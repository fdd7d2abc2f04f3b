//! What moves: the natural frequency, the mass, the diameter under load.

use std::f64::consts::PI;

/// Lowest natural frequency, Hz, both ends held: `d/(2π·n·D²)·√(G/(2ρ))`; one end free, half of it (from memory).
///
/// `wire` d and `coil` D in mm, `shear` G in MPa, `density` ρ in kg/dm³.
/// Source: EN 13906-1:2013, 9.12 (numeric constant 3560 from memory, derived 3558.8); Shigley's eq. 10-25.
pub fn natural_frequency(wire: f64, coil: f64, active: f64, shear: f64, density: f64) -> f64 {
    let speed = (shear * 1e6 / (2.0 * density * 1e3)).sqrt() * 1e3; // mm/s
    wire / (2.0 * PI * active * coil * coil) * speed
}

/// Mass of the wire of `coils` coils, in g: `ρ·π²/4·d²·D·n`, the helix angle left out.
/// Source: Shigley's, example 10-4 (from memory).
pub fn mass(wire: f64, coil: f64, coils: f64, density: f64) -> f64 {
    density * 1e-3 * PI * PI / 4.0 * wire * wire * coil * coils
}

/// Outside diameter De at solid, mm, of a spring whose ends cannot turn, from its pitch at no load:
/// `√(D² + (p² − d²)/π²) + d`. Source: Wahl, Mechanical Springs (from memory).
pub fn growth_held(wire: f64, coil: f64, pitch: f64) -> f64 {
    (coil * coil + (pitch * pitch - wire * wire) / (PI * PI)).sqrt() + wire
}

/// Increase of the outside diameter at solid, mm, of a spring whose ends turn freely:
/// `0.1·(p² − 0.8·p·d − 0.2·d²)/D`. Source: EN 13906-1:2013, 9.11 (formula from memory).
pub fn growth_turning(wire: f64, coil: f64, pitch: f64) -> f64 {
    0.1 * (pitch * pitch - 0.8 * pitch * wire - 0.2 * wire * wire) / coil
}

The task. Beginning at the first line above, repeat exactly until the line containing "Springs (from memory).", which is included.

Answer to this problem.
repository fdd7d2abc2f04f3b
//! What moves: the natural frequency, the mass, the diameter under load.

use std::f64::consts::PI;

/// Lowest natural frequency, Hz, both ends held: `d/(2π·n·D²)·√(G/(2ρ))`; one end free, half of it (from memory).
///
/// `wire` d and `coil` D in mm, `shear` G in MPa, `density` ρ in kg/dm³.
/// Source: EN 13906-1:2013, 9.12 (numeric constant 3560 from memory, derived 3558.8); Shigley's eq. 10-25.
pub fn natural_frequency(wire: f64, coil: f64, active: f64, shear: f64, density: f64) -> f64 {
    let speed = (shear * 1e6 / (2.0 * density * 1e3)).sqrt() * 1e3; // mm/s
    wire / (2.0 * PI * active * coil * coil) * speed
}

/// Mass of the wire of `coils` coils, in g: `ρ·π²/4·d²·D·n`, the helix angle left out.
/// Source: Shigley's, example 10-4 (from memory).
pub fn mass(wire: f64, coil: f64, coils: f64, density: f64) -> f64 {
    density * 1e-3 * PI * PI / 4.0 * wire * wire * coil * coils
}

/// Outside diameter De at solid, mm, of a spring whose ends cannot turn, from its pitch at no load:
/// `√(D² + (p² − d²)/π²) + d`. Source: Wahl, Mechanical Springs (from memory).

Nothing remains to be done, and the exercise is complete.